An International Summit on Human Gene Editing, co-hosted by the US National Academy of Sciences and National Academy of Medicine, the UK’s Royal Society, and the Chinese Academy of Sciences, took place December 1st-3rd, 2015. We speakers were charged with addressing the scientific and ethical challenges posed by the new accurate and accessible genome editing technologies, such as CRISPR/Cas9 applied to human genomes.
The most pressing task of the Summit was to consider whether human germline genome editing should be allowed. Edits to someone’s germline genome are deletions and/or insertions of small segments of DNA in germ cells (eggs and sperm or their precursor cells, pluripotent stem cells, or very early embryos to be used in reproduction). These alterations would be carried into all the cells of a resulting child, and then passed on to future generations through sexual reproduction. Although such edits might cure severe disease in the resultant child, the risk of errors and unintended effects to the child and from spreading genome changes into the gene pool are unknown and, to many, unacceptable. Somatic human gene editing, on the other hand, treats an already existing patient for the disease symptoms she has, raising far fewer concerns.
A range of positions on human germline genome editing emerged over the two and a half days. They fell into “yes” positions, which were in favour of giving the green light to human germline genome editing under the right conditions, and “no” positions, which were against permitting human germline genome editing at this time or ever. I summarize these positions below.
“Yes” to human germline genome editing, in order from the most to the least permissive:
- Edit the human germline genome for reproduction if it is no more risky than “natural” sexual reproduction and is aimed at eliminating serious genetic conditions.
- Edit the human germline genome for reproduction if it is likely to be safe, effective and make a big difference. (For example, for monogenic/oligogenic serious medical conditions.)
- Edit the human germline genome for reproduction to avoid having offspring born with a serious condition only if there are no other alternatives, such as in vitro fertilization with pre-implantation diagnosis. (For example, if both genetic parents are homozygous for the same serious medical condition so that none of their embryos would otherwise be free of the condition.)
- Move toward editing the human germline genome for cultural and religious reasons, such as when a given national culture is pronatalist, has a pro-medicine ethos, and has significant state subsidies for reproductive and screening technologies.
“No” to human germline genome editing, in order from the most to the least permissive:
- Hold off (place a moratorium) on editing the human germline genome for reproduction while we work out the technical issues of safety, off-target effects, efficacy, efficiency of the edit, and the development of a clinical grade delivery mechanism for the editing system.
- Hold off (place a moratorium) on editing the human germline genome for reproduction at least until we (re)frame and make much more inclusive vital ethical, social, and economic debates around ableism and disability justice, the over medicalization of human variability, racism and sexism in science, local and global health inequality, the views of non-stakeholders as well as stakeholders, and the needs of future generations, the vulnerable, and other species.

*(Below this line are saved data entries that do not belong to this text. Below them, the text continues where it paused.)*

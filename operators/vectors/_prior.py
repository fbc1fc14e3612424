"""The Markov random field prior on vectors: a robust penalty on neighbour differences.

The prior energy of a field ``f`` is ``lam * sum_{p~q} w_pq * rho(|f_p - f_q|)`` over the
4-connected neighbour pairs, with edge-aware weights ``w_pq`` (``_pyramid.edge_weights``) and
the Charbonnier penalty ``rho(d) = sqrt(d**2 + eps**2)`` (a smooth, convex stand-in for the
absolute value, so smooth slopes cost in proportion to their gradient and object edges stay
sharp). This is the Gibbs prior of Geman & Geman (1984) in the form Konrad & Dubois (1992) use
for motion fields, with ``lam`` their prior weight.
"""

from __future__ import annotations

import cv2
import numpy as np


def charbonnier(du: np.ndarray, dv: np.ndarray, eps: float) -> np.ndarray:
    """``sqrt(du**2 + dv**2 + eps**2)``: the robust vector-difference penalty."""
    return np.sqrt(du * du + dv * dv + np.float32(eps * eps))


def local_cost(cu: np.ndarray, cv: np.ndarray, u: np.ndarray, v: np.ndarray, wx: np.ndarray,
               wy: np.ndarray, eps: float) -> np.ndarray:
    """Prior energy at each pixel if it took the candidate ``(cu, cv)`` and its 4 neighbours kept ``(u, v)``.

    Parameters
    ----------
    cu, cv : ndarray, shape (H, W), float32
        Candidate vector at each pixel.
    u, v : ndarray, shape (H, W), float32
        Current field (the neighbours' vectors).
    wx, wy : ndarray, shapes (H, W - 1) and (H - 1, W)
        Edge-aware pair weights.

    Returns
    -------
    ndarray, shape (H, W), float32
        ``sum_q w_pq * rho(c_p - f_q)`` (without the factor ``lam``).
    """
    out = np.zeros(cu.shape, np.float32)
    if cu.shape[1] > 1:
        out[:, :-1] += wx * charbonnier(cu[:, :-1] - u[:, 1:], cv[:, :-1] - v[:, 1:], eps)
        out[:, 1:] += wx * charbonnier(cu[:, 1:] - u[:, :-1], cv[:, 1:] - v[:, :-1], eps)
    if cu.shape[0] > 1:
        out[:-1] += wy * charbonnier(cu[:-1] - u[1:], cv[:-1] - v[1:], eps)
        out[1:] += wy * charbonnier(cu[1:] - u[:-1], cv[1:] - v[:-1], eps)
    return out


def irls_weights(u: np.ndarray, v: np.ndarray, wx: np.ndarray, wy: np.ndarray, lam: float,
                 eps: float) -> tuple[np.ndarray, np.ndarray, np.ndarray]:
    """Iteratively reweighted least-squares weights of the prior at the field ``(u, v)``.

    The Charbonnier pair penalty is replaced by the quadratic ``s_pq |f_p - f_q|**2 / 2`` with
    ``s_pq = lam * w_pq / rho(f_p - f_q)``, which has the same value and gradient at ``(u, v)``.

    Returns
    -------
    sx : ndarray, shape (H, W - 1)
    sy : ndarray, shape (H - 1, W)
    total : ndarray, shape (H, W)
        Sum of the weights of the pairs each pixel belongs to.
    """
    sx = np.float32(lam) * wx / charbonnier(u[:, 1:] - u[:, :-1], v[:, 1:] - v[:, :-1], eps)
    sy = np.float32(lam) * wy / charbonnier(u[1:] - u[:-1], v[1:] - v[:-1], eps)
    total = np.zeros(u.shape, np.float32)
    total[:, :-1] += sx
    total[:, 1:] += sx
    total[:-1] += sy
    total[1:] += sy
    return sx, sy, total


def neighbour_weights(sx: np.ndarray, sy: np.ndarray) -> tuple[np.ndarray, ...]:
    """The pair weights as four full (H, W) planes: toward the right, left, lower and upper
    neighbour, 0 where that neighbour does not exist (for ``neighbour_sum``)."""
    h, w = sx.shape[0], sy.shape[1]
    right, left, down, up = (np.zeros((h, w), np.float32) for _ in range(4))
    right[:, :-1] = sx
    left[:, 1:] = sx
    down[:-1] = sy
    up[1:] = sy
    return right, left, down, up


def neighbour_sum(a: np.ndarray, planes: tuple[np.ndarray, ...]) -> np.ndarray:
    """``sum_q s_pq * a_q`` over the 4 neighbours ``q`` of each pixel ``p`` of an (H, W) plane,
    ``planes`` from ``neighbour_weights`` (one padded copy of ``a``, four products)."""
    right, left, down, up = planes
    p = cv2.copyMakeBorder(a, 1, 1, 1, 1, cv2.BORDER_REPLICATE)
    return right * p[1:-1, 2:] + left * p[1:-1, :-2] + down * p[2:, 1:-1] + up * p[:-2, 1:-1]
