"""Upgrades of graph documents between schema versions: small, registered dict-to-dict functions.

Each function takes a document at version N and returns it at version N+1; ``upgrade`` chains them.
Old fixture files stay in ``tests/fixtures/graphs`` and must keep loading.

History
-------
1 : nodes as a list of objects, each with an ``id``; template variables under ``variables``.
2 : nodes as an object keyed by id (diffs stay local to a node); variables under ``vars``.
"""

from __future__ import annotations

import copy
from collections.abc import Callable
from typing import Any

from graphcore.spec import CURRENT_VERSION

__all__ = ["UPGRADES", "upgrade", "register_upgrade", "UpgradeError"]

Doc = dict[str, Any]
UPGRADES: dict[int, Callable[[Doc], Doc]] = {}


class UpgradeError(ValueError):
    """A document that an upgrade function cannot read. ``field`` is the JSON path."""

    def __init__(self, message: str, field: str):
        super().__init__(message)
        self.field = field


def register_upgrade(from_version: int) -> Callable[[Callable[[Doc], Doc]], Callable[[Doc], Doc]]:
    def deco(fn: Callable[[Doc], Doc]) -> Callable[[Doc], Doc]:
        if from_version in UPGRADES:
            raise ValueError(f"two upgrades registered from version {from_version}")
        UPGRADES[from_version] = fn
        return fn
    return deco


@register_upgrade(1)
def _v1_to_v2(doc: Doc) -> Doc:
    out = {k: v for k, v in doc.items() if k not in ("nodes", "variables", "version")}
    out["version"] = 2
    if "variables" in doc:
        out["vars"] = doc["variables"]
    nodes = doc.get("nodes", [])
    if not isinstance(nodes, list):
        raise UpgradeError("version 1 graphs list their nodes in an array", "nodes")
    new: dict[str, Any] = {}
    for i, node in enumerate(nodes):
        if not isinstance(node, dict) or not isinstance(node.get("id"), str):
            raise UpgradeError("each version 1 node is an object with a string 'id'", f"nodes[{i}].id")
        if node["id"] in new:
            raise UpgradeError(f"node id {node['id']!r} appears twice", f"nodes[{i}].id")
        new[node["id"]] = {k: v for k, v in node.items() if k != "id"}
    out["nodes"] = new
    return out


def upgrade(doc: Doc) -> tuple[Doc, int]:
    """Bring ``doc`` to the current version. Returns (new document, version it was written at).

    Raises ``UpgradeError`` for a version newer than this tool or one with no upgrade path.
    """
    version = doc.get("version")
    if not isinstance(version, int) or isinstance(version, bool):
        raise UpgradeError(f"'version' must be an integer (current is {CURRENT_VERSION})", "version")
    if version > CURRENT_VERSION:
        raise UpgradeError(f"version {version} is newer than this midframe understands "
                           f"(up to {CURRENT_VERSION}); upgrade midframe", "version")
    if version < 1:
        raise UpgradeError(f"version {version} does not exist; the first is 1", "version")
    original = version
    doc = copy.deepcopy(doc)
    while version < CURRENT_VERSION:
        doc = UPGRADES[version](doc)
        version = doc["version"]
    return doc, original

- Ban the editing of the human germline genome for reproduction because it is a reasonable line to draw against hubris and in favor of our human future, against a highly likely slide toward eugenics and the exacerbation of inequality, and against possible ecological and other harms.
- Ban the editing of the human germline genome because of the moral status of the embryo, human dignity, the freedom rights of the genome-edited child, and/ or religious conviction.

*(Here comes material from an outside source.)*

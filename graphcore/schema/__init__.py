"""Schema versions of graph files and the small functions that upgrade them."""

from graphcore.schema.upgrade import UPGRADES, upgrade, register_upgrade

__all__ = ["UPGRADES", "upgrade", "register_upgrade"]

Together, these eight positions reflect disciplinary and sector commitments, but they are all well-thought out, and all reflect strongly held values. In my opinion, there was a surprisingly high level of consensus collecting around the two “hold off” positions, and the fact that the social and technical issues came together here is promising for regulation in the area. At least two big challenges remain in terms of process. The first is to get better at hearing what others are saying and thinking, including soliciting the views of many more constituencies, so as to avoid false dichotomies, such as those between science and ethics, and moving ahead or slowing down the science. The second is to put in place robust mechanisms of accountability for both the social and technical concerns expressed at the meeting. Widely representative committees need to be formed to take regular stock of the field’s safety and efficacy, and of its impact on social justice and a better life for all. The National Academies’ work is just beginning.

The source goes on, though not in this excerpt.